U.S. Senate Committee on Judiciary

10/10/2024 | Press release | Distributed by Public on 10/10/2024 17:46

Grassley Investigation into FBI Sexual Misconduct Reveals ‘Fox is Guarding the Hen House’

10.10.2024

Grassley Investigation into FBI Sexual Misconduct Reveals 'Fox is Guarding the Hen House'

FBI turning a blind eye to sexual harassment internally, and in casework

WASHINGTON - Sen. Chuck Grassley (R-Iowa) is shining new light on the prevalence of sexual misconduct at the FBI, amid continued agency stonewalling and empty assurances from Director Christopher Wray that he would "follow up" on Grassley's inquiries. Despite FBI's lack of cooperation, Grassley's ongoing oversight reveals the FBI is still not protecting its own employees from sexual harassment and is treating child sex abuse cases as a non-priority.
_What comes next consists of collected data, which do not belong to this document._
/**
 * The `constrain` of a theory file: tensor expressions, with free indices or none, that multipliers set to zero.
 */
import { type Diagnostic, errorAt, InputError } from './diagnostics.js';
import { MAX_SLOTS } from './limits.js';
import { freeSlots, readTensorExpression } from './tensor-expression.js';
import type { DeclaredTensor, TensorConstraint, TheorySymbol } from './theory.js';
import { asText } from './yaml-shape.js';
import type { YamlNode } from './yaml-source.js';
import { passageOf } from './yaml-text.js';

/**
 * The constraints in the order of the file, in the conventions of the file.
 * Reports faults of the expressions and `empty-constraint`, `constraint-indices`, `tensor-without-components`.
 */
export function readConstraints(
  node: YamlNode | undefined,
  symbols: readonly TheorySymbol[],
  tensors: readonly DeclaredTensor[],
  keep: (found: readonly Diagnostic[]) => void,
): readonly TensorConstraint[] {
  const problems: Diagnostic[] = [];
  const constraints: TensorConstraint[] = [];
  for (const item of node?.kind === 'list' ? node.items : node === undefined ? [] : [node]) {
    const text = asText(item, 'a constraint', problems);
    if (text === undefined) continue;
    const passage = passageOf(text);
    const origin = passage.locate(0, passage.text.length);
    const fault = (code: string, message: string, hint: string): void => {
      problems.push(errorAt(origin, code, message, hint));
    };
    try {
      const { terms } = readTensorExpression(passage, { symbols, tensors, allowFree: true });
      const [first] = terms;
      const declared = terms.flatMap((t) => t.factors).find((f) => tensors.some((d) => d.name === f.head));
      if (first === undefined) {
        fault('empty-constraint', 'the constraint is zero already', 'its terms cancel; leave it out');
        continue;
      }
      const free = freeSlots(first);
      if (declared !== undefined)
        fault(
          'tensor-without-components',
          `no geometry gives components to the declared tensor ${declared.head}`,
          'constrain torsion and curvature',
        );
      else if (free.length > MAX_SLOTS)
        fault(
          'constraint-indices',
          `the constraint has ${free.length} free indices; at most ${MAX_SLOTS} are read`,
          'contract some of them',
        );
      else constraints.push({ text: text.text.trim().replace(/\s+/g, ' '), terms, free, origin });
    } catch (error) {
      if (!(error instanceof InputError)) throw error;
      problems.push(...error.diagnostics);
    }
  }
  keep(problems);
  return constraints;
}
Grassley today sent a pointed letter to the FBI and Justice Department (DOJ). In it, he urged the FBI to own up to its failures and provide the data he's requested for years. The information Grassley recently received via protected whistleblower disclosures suggests his oversight dating back to October 2022 is as timely as ever.

Sexual Misconduct Persists among FBI Employees:

Latest records show the assistant director who requested a review of disciplinary patterns at the FBI - which found hundreds of senior officials voluntarily retired or resigned to evade accountability for sexual misconduct allegations - left the FBI while he, himself, was under investigation.
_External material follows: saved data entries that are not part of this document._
/**
 * Einstein's rule on the syntax tree: in every product an index occurs once (free) or twice, once up and once down; summands
 * of one bracket have the same free indices; the Lagrangian and the base of a power have none. Indices contracted inside
 * a bracket belong to that bracket, so (R + T_a T^a)(R + A_a A^a) is in order.
 */
import { type Diagnostic, errorAt } from './diagnostics.js';
import type { Passage } from './passage.js';
import type { Expression, SlotNode, Span } from './syntax.js';

/** Free indices by name; undefined when they are unknown because of an error already reported. */
type Free = ReadonlyMap<string, SlotNode> | undefined;

const NONE: Free = new Map();
const TIMES = ['', 'once', 'twice', 'three times', 'four times', 'five times', 'six times'];

/**
 * Every offence against the rule, in the order of the text; at most one for each index of a term.
 * @param allowFree whether the whole may have free indices, the same in every summand.
 */
export function checkIndices(expression: Expression, passage: Passage, allowFree = false): readonly Diagnostic[] {
  const checker = new IndexChecker(passage);
  if (allowFree) {
    checker.free(expression);
    return checker.problems;
  }
  const summands = expression.kind === 'sum' ? expression.summands.map((s) => s.value) : [expression];
  for (const summand of summands) checker.requireScalar(checker.free(summand));
  return checker.problems;
}

class IndexChecker {
  readonly problems: Diagnostic[] = [];
  private readonly passage: Passage;

  constructor(passage: Passage) {
    this.passage = passage;
  }

  requireScalar(free: Free): void {
    const [first, ...more] = free?.values() ?? [];
    if (first === undefined) return;
    const names = [first, ...more].map((slot) => slot.name).join(', ');
    const message =
      more.length === 0
        ? `index ${names} is free: it occurs once in its term`
        : `indices ${names} are free: each occurs once in its term`;
    this.report(
      'free-index',
      first,
      message,
      `the Lagrangian is a scalar; contract ${first.name} with one ${other(first)}`,
    );
  }

  free(node: Expression): Free {
    switch (node.kind) {
      case 'integer':
      case 'symbol':
        return NONE;
      case 'tensor':
        return this.contract(node.slots);
      case 'product':
        return this.freeOfProduct(node);
      case 'sum':
        return this.freeOfSum(node);
      case 'power': {
        const free = this.free(node.base);
        const first = free?.values().next().value;
        if (first !== undefined) {
          const message = `the base of this power has the free index ${first.name}`;
          this.report('power-of-tensor', node, message, 'powers stand on scalars, as in (T_a T^a)^2');
          return undefined;
        }
        return free;
      }
    }
  }

  private freeOfProduct(node: Expression & { kind: 'product' }): Free {
    const slots: SlotNode[] = [];
    let known = true;
    for (const { divides, value } of node.factors) {
      // A tensor in a divisor is refused as such when the product is multiplied out.
      if (divides) continue;
      if (value.kind === 'tensor') slots.push(...value.slots);
      else {
        const free = this.free(value);
        if (free === undefined) known = false;
        else slots.push(...free.values());
      }
    }
    const free = this.contract(slots);
    return known ? free : undefined;
  }

  private freeOfSum(node: Expression & { kind: 'sum' }): Free {
    let first: Free;
    let failed = false;
    for (const [i, { value }] of node.summands.entries()) {
      const free = this.free(value);
      if (free === undefined) failed = true;
      if (i === 0) first = free;
      else if (free !== undefined && first !== undefined && !sameIndices(first, free)) {
        const message = `the summands differ in their free indices: ${list(free)} here, ${list(first)} in the first`;
        this.report(
          'free-indices-differ',
          value,
          message,
          'every summand must carry the same free indices at the same heights',
        );
        failed = true;
      }
    }
    return failed ? undefined : first;
  }

  /** Free indices of the slots of one product. */
  private contract(slots: readonly SlotNode[]): Free {
    const byName = new Map<string, SlotNode[]>();
    for (const slot of slots) {
      const before = byName.get(slot.name);
      if (before === undefined) byName.set(slot.name, [slot]);
      else before.push(slot);
    }
    const free = new Map<string, SlotNode>();
    let failed = false;
    for (const [name, found] of byName) {
      const [first, second, third] = found;
      if (third !== undefined) {
        const times = TIMES[found.length] ?? `${found.length} times`;
        this.report(
          'index-repeated',
          third,
          `index ${name} appears ${times}`,
          'a contracted index occurs exactly twice; rename one pair',
        );
        failed = true;
      } else if (second === undefined) {
        free.set(name, first!);
      } else if (first!.up === second.up) {
        const height = second.up ? 'up' : 'down';
        const message = `both indices ${name} are ${height}`;
        this.report(
          'index-heights',
          second,
          message,
          `a contracted pair has one index up and one down: write ${other(second)} here`,
        );
        failed = true;
      }
    }
    return failed ? undefined : free;
  }

  private report(code: string, span: Span, message: string, hint: string): void {
    this.problems.push(errorAt(this.passage.locate(span.start, span.end), code, message, hint));
  }
}

/** The index as it would be typed at the other height. */
const other = (slot: SlotNode): string => `${slot.up ? '_' : '^'}${slot.name}`;

const sameIndices = (a: ReadonlyMap<string, SlotNode>, b: ReadonlyMap<string, SlotNode>): boolean =>
  a.size === b.size && [...a].every(([name, slot]) => b.get(name)?.up === slot.up);

const list = (free: ReadonlyMap<string, SlotNode>): string =>
  free.size === 0 ? 'none' : [...free.values()].map((s) => `${s.up ? '^' : '_'}${s.name}`).join(' ');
"Apparently, one of the reasons DOJ and its component agencies can't straighten out their problems of workplace harassment is that the fox is guarding the hen house," Grassley wrote. "The supreme irony of [then-Executive Assistant Director of the Human Resources Branch, Jeffrey] Sallet requesting the [Office of Disciplinary Appeals] review of senior officials retiring or resigning to avoid disciplinary action is that 'Sallet left the FBI and federal service while this investigation was ongoing.'"

FBI Moves Agents off Child Sex Abuse Cases, onto January 6 Cases:

Per protected whistleblower disclosures, the FBI has reassigned personnel from high-volume child exploitation cases to January 6 cases. Grassley notes FBI's failure to dedicate adequate resources to child sex abuse cases is a decades-old problem politicization at the bureau is exacerbating. One reassigned whistleblower said they sat "essentially idle for eight to nine months" on January 6 cases while child sex abuse cases piled up. An Assistant Special Agent in Charge reportedly told that whistleblower, "Child sexual abuse material investigations were no longer an FBI priority […]."
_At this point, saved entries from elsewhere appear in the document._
/**
 * The coupling of gravity under its different names, in units c = ħ = 1: the reduced Planck mass M, κ = M⁻², or Newton's
 * constant with 8πG = M⁻². The names are exchanged as Laurent monomials, π included, so nothing is rounded.
 */
import { type Rational, rational } from '../algebra/rational.js';
import { multiplyScalarTerms, powerScalarTerm } from './scalar-term.js';
import type { ScalarTerm, TheorySymbol } from './theory.js';

/** Symbol of the reduced Planck mass. */
export const PLANCK_MASS = 'M';

export interface UnitSymbol extends TheorySymbol {
  /** In terms of M; undefined for the number π, which stays. */
  readonly value: ScalarTerm | undefined;
}

const constant = (name: string, latex: string, dimension: number, value?: ScalarTerm): UnitSymbol => ({
  name,
  role: dimension === 0 ? 'constant' : 'scale',
  dimension,
  latex,
  value,
});

const monomial = (coefficient: Rational, ...powers: ScalarTerm['powers']): ScalarTerm => ({ coefficient, powers });

/** The symbols that each choice of units brings with it. */
export const UNIT_SYMBOLS = {
  mass: [],
  kappa: [constant('kappa', '\\kappa', -2, monomial(rational(1), [PLANCK_MASS, -2]))],
  '8piG': [constant('G', 'G', -2, monomial(rational(1, 8), [PLANCK_MASS, -2], ['pi', -1])), constant('pi', '\\pi', 0)],
} as const satisfies Record<string, readonly UnitSymbol[]>;

export type Units = keyof typeof UNIT_SYMBOLS;

/** M^-2 in the symbols of the units. */
const INVERSE_SQUARE: Readonly<Record<Units, ScalarTerm | undefined>> = {
  mass: undefined,
  kappa: monomial(rational(1), ['kappa', 1]),
  '8piG': monomial(rational(8), ['G', 1], ['pi', 1]),
};

/** The monomial with κ or G replaced by M. */
export function toMass(scalar: ScalarTerm, units: Units): ScalarTerm {
  const symbols: readonly UnitSymbol[] = UNIT_SYMBOLS[units];
  let result = scalar;
  for (const { name, value } of symbols) {
    const power = scalar.powers.find(([other]) => other === name)?.[1];
    if (value === undefined || power === undefined) continue;
    const rest = { coefficient: result.coefficient, powers: result.powers.filter(([other]) => other !== name) };
    result = multiplyScalarTerms(rest, powerScalarTerm(value, power));
  }
  return result;
}

/** The monomial with even powers of M replaced by κ or G; of an odd power one M, or 1/M, remains. */
export function fromMass(scalar: ScalarTerm, units: Units): ScalarTerm {
  const inverseSquare = INVERSE_SQUARE[units];
  const power = scalar.powers.find(([name]) => name === PLANCK_MASS)?.[1];
  if (inverseSquare === undefined || power === undefined) return scalar;
  const squares = Math.trunc(power / 2);
  const rest = scalar.powers
    .map(([name, n]) => [name, name === PLANCK_MASS ? n - 2 * squares : n] as const)
    .filter(([, n]) => n !== 0);
  return multiplyScalarTerms({ ...scalar, powers: rest }, powerScalarTerm(inverseSquare, -squares));
}
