/**
 * How large an input may be. Beyond a limit the input is refused by an error that names the limit; the numbers are
 * repeated for users in docs/notation.md, and a test compares the two. Imports nothing.
 */

/** UTF-16 units of a theory or geometry file, and of one relation. */
export const MAX_TEXT = 1_000_000;
/** Brackets inside brackets in an expression. */
export const MAX_NESTING = 60;
/** Collections inside collections in a YAML file. */
export const MAX_YAML_DEPTH = 20;
/** Decimal digits of one integer, typed or computed. */
export const MAX_DIGITS = 200;
/** Absolute value of an exponent, typed or computed; also the largest n of a jet D(q,n). */
export const MAX_EXPONENT = 64;
/** Tensors in one product, powers of scalars counted out. */
export const MAX_FACTORS = 12;
/** Terms of an expression after its brackets are multiplied out. */
export const MAX_TERMS = 20_000;
/** Indices of a declared tensor. */
export const MAX_SLOTS = 6;
/** Declared constants, scales and tensors together. */
export const MAX_SYMBOLS = 400;
/** Letters of one name. */
export const MAX_NAME = 64;
/** Errors shown of one file; the rest is counted. */
export const MAX_DIAGNOSTICS = 20;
"One thing is certain," Grassley wrote, "The FBI will not be able to remedy its many failings in this area if it treats sexual abuse against children as a non-priority."

Background:

DOJ Office of the Inspector General (OIG) and Congress have long pushed FBI to address sexual harassment across the bureau. In 2021, DOJ OIG issued the FBI two recommendations on its demonstrated failures to hold employees responsible for wrongdoing after they separate from the agency, particularly when they do so while under investigation. As of today, approximately three years later, the FBI has not closed either of those recommendations.